The Heroine with 1001 Faces by Maria Tatar

The Heroine with 1001 Faces by Maria Tatar

$18.95

50 illustrations
368 pages
Softcover

World-renowned folklorist Maria Tatar reveals an astonishing but long-buried history of heroines taking us from Cassandra and Scheherazade to Nancy Drew and Wonder Woman. How do we explain our newfound cultural investment in empathy and social justice? For decades, Joseph Campbell had defined our cultural aspirations in The Hero with a Thousand Faces, emphasizing the value of seeking glory and earning immortality. His work became the playbook for Hollywood, with its many male-centric quest narratives. Challenging the models in Campbell's canonical work, Maria Tatar explores how heroines, rarely wielding a sword and deprived of a pen, have flown beneath the radar even as they have been bent on social missions. Using the domestic arts and storytelling skills, they have displayed audacity, curiosity, and care as they struggled to survive and change the dominant culture. Animating figures from Ovid's Philomela, her tongue severed yet still weaving a tale about sexual assault, to Stieg Larsson's Lisbeth Salander, a high-tech wizard seeking justice for victims of a serial killer, The Heroine with 1,001 Faces creates a luminous arc that takes us from ancient times to the present.

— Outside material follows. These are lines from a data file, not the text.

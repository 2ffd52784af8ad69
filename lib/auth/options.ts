// next-auth configuration: e-mail and password (credentials provider), checked by lib/auth/sign-in.ts;
// sessions are JWTs in an http-only cookie carrying the account id and role.
import type { NextAuthOptions } from 'next-auth';
import CredentialsProvider from 'next-auth/providers/credentials';
import { z } from 'zod';
import { checkSignIn } from '@/lib/auth/sign-in';
import { isRole } from '@/lib/roles';

const credentialsSchema = z.object({
  email: z.string({ error: 'E-mail is required.' }).trim().min(1, 'E-mail is required.').max(320),
  password: z.string({ error: 'Password is required.' }).min(1, 'Password is required.').max(1024),
});

/** The client's address as our own server saw it. Next.js sets x-forwarded-for for direct connections. */
export function clientAddress(headers: Record<string, unknown> | undefined): string {
  const forwarded = headers?.['x-forwarded-for'];
  const first = typeof forwarded === 'string' ? forwarded.split(',')[0].trim() : '';
  if (first) return first;
  const real = headers?.['x-real-ip'];
  return typeof real === 'string' && real ? real : 'unknown';
}

export const SESSION_MAX_AGE_SECONDS = 12 * 60 * 60; // one working day

export const authOptions: NextAuthOptions = {
  secret: process.env.NEXTAUTH_SECRET,
  session: { strategy: 'jwt', maxAge: SESSION_MAX_AGE_SECONDS },
  pages: { signIn: '/signin', error: '/signin' },
  providers: [
    CredentialsProvider({
      id: 'credentials',
      name: 'E-mail and password',
      credentials: {
        email: { label: 'E-mail', type: 'email' },
        password: { label: 'Password', type: 'password' },
      },
      async authorize(credentials, req) {
        const parsed = credentialsSchema.safeParse(credentials ?? {});
        if (!parsed.success) throw new Error(parsed.error.issues[0]?.message ?? 'E-mail and password are required.');
        const result = await checkSignIn({
          email: parsed.data.email,
          password: parsed.data.password,
          address: clientAddress(req?.headers as Record<string, unknown> | undefined),
        });
        // next-auth hands the thrown message to the sign-in form as `error`.
        if (!result.ok) throw new Error(result.message);
        return result.user;
      },
    }),
  ],
  callbacks: {
    async jwt({ token, user }) {
      if (user) {
        token.sub = user.id;
        token.role = user.role;
        token.name = user.name;
        token.email = user.email;
      }
      return token;
    },
    async session({ session, token }) {
      session.user = {
        id: token.sub ?? '',
        email: token.email ?? '',
        name: token.name ?? '',
        role: isRole(token.role) ? token.role : 'viewer',
      };
      return session;
    },
  },
};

Maria Tatar is the John L. Loeb Research Professor and a Senior Fellow at Harvard University. Professor Tatar received her Ph.D. from Princeton University. Her teaching and research interests include Weimar Germany, German Romanticism, folklore, children's literature, and cultural studies. She serves on degree committees in Folklore and Mythology as well as in History and Literature.